Но вот взор тех же лет на проблему читателя Ю Айхенвальда, одного из самых броских и влиятельных дооктябрьских русских критиков, раскрытый в его последней перед высылкой из советской республики книге Похвала праздности (1922 г.): Литература — беседа; говорит автор с читателем, и это соединение сердец и уст, эта духовная двоица осуществляет художественный эффект. Не только автор определяет читателя, но и читатель — писателя: первый формирует последнего по подобию и образу собственному, симпатически выявляя его сущность. Автор, это не то, что им написано, в противном случае, что у него прочтено10. И потом: Личность писателя трансформируется личностью читателя11. Исходя из утверждаемой им импрессионистической природы критики, Айхен-валъд выступал против тенденциозности не только писательской, но и читательской: направляться опасаться и читателя тенденциозного, как направляться опасаться тенденциозного писателя. Не только писать, но и просматривать нужно талантливо, не только писать, но и просматривать нужно честно. Не только писать, но и просматривать нужно без тенденции. Идея, это — свобода; умысел, это — рабство12. Из этого следовал вывод: художественное слово, глубокое, ни при каких обстоятельствах не может быть готово и кончено; сообщённое писателем, оно длится у читателя. в один раз начавшись, не заканчивается творчество13.

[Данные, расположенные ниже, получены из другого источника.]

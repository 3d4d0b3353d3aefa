"""Small synthetic plates built by code for the run-robustness tests (a few wells of short FIDs)."""

from __future__ import annotations

import pytest

from nmrcheck.io.writers import write_bruker_fid
from nmrcheck.synth import Line, simulate_fid

# 4-methoxytoluene-like lines: a methyl, a methoxy and an AA'BB' pair drawn as two doublets.
LINES = (Line(2.3, 3, 1.0), Line(3.8, 3, 1.0), Line(6.85, 2, 1.0, (8.5,)), Line(7.1, 2, 1.0, (8.5,)))
FORMULA = "C8H10O"


def small_fid(seed: int, *, points: int = 4096):
    return simulate_fid(list(LINES), points=points, noise=0.005, seed=seed)


def write_small_plate(folder, wells, *, points: int = 4096, present=None):
    """Bruker folders ``folder/<well>`` and ``folder/manifest.csv``; ``present`` limits which recordings are written."""
    folder.mkdir(parents=True, exist_ok=True)
    rows = ["well,spectrum,formulas"]
    for k, well in enumerate(wells):
        if present is None or well in present:
            write_bruker_fid(small_fid(k + 1, points=points), folder / well)
        rows.append(f"{well},{well},{FORMULA}")
    (folder / "manifest.csv").write_text("\n".join(rows) + "\n")
    return folder / "manifest.csv"


@pytest.fixture
def make_fid():
    """``make_fid(seed, points=4096)``: a short synthetic FID of the plate's compound."""
    return small_fid


@pytest.fixture
def small_plate(tmp_path):
    """A factory: ``small_plate(wells, points=4096, present=None)`` -> manifest path."""

    def make(wells, *, points: int = 4096, present=None, name: str = "plate"):
        return write_small_plate(tmp_path / name, wells, points=points, present=present)

    return make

Концепция Айхенвальда завлекает собственной завершенностью. Последовательно отрицая каждый монополизм (как писательский, так и читательский) в акте сотворчества, он вовсе ликвидировал из формулы творчества критику. Самый радикально эти идеи были развиты им в программной статье с характерным заглавием Самоупразднение критики. Глубочайший эстетический суть видел он в том, что Всевышний сам создал мир и сам сообщил: и это прекрасно. Айхенвальд делал вывод: критика и Творчество совмещаются в единой личности, проистекают из одного источника и являются двумя родственными проявлениями одной и той же силы… Критика имманентна творчеству. Живописец — собственный личный критик… Живописец не испытывает недостаток в указчике: живописец закончен в себе и определяется самим собою… ее созерцатель и Созидатель красоты, ее ее потребитель и производитель совпадают в одном лице. Итак, живописец без критика может обойтись… Отзвук обязан звуку14. Наряду с этим идеолог русской импрессионистической критики, само собой разумеется, осознавал, что внутренний суть произведения часто лучше раскрывается критику, чем автору. Творение больше творца… Но из этого еше далеко не следует, дабы критик в состоянии был оказывать живописцу какую-нибудь помошь и учить его яркой науке красоты15.

Основываясь на классическом разделении епархий автора, читателя и критика, Айхенвальд вряд ли предполагал, что их отношения смогут претерпеть те радикальные трансформации, какие конкретно им были суждены в границах новой социальной архитектуры.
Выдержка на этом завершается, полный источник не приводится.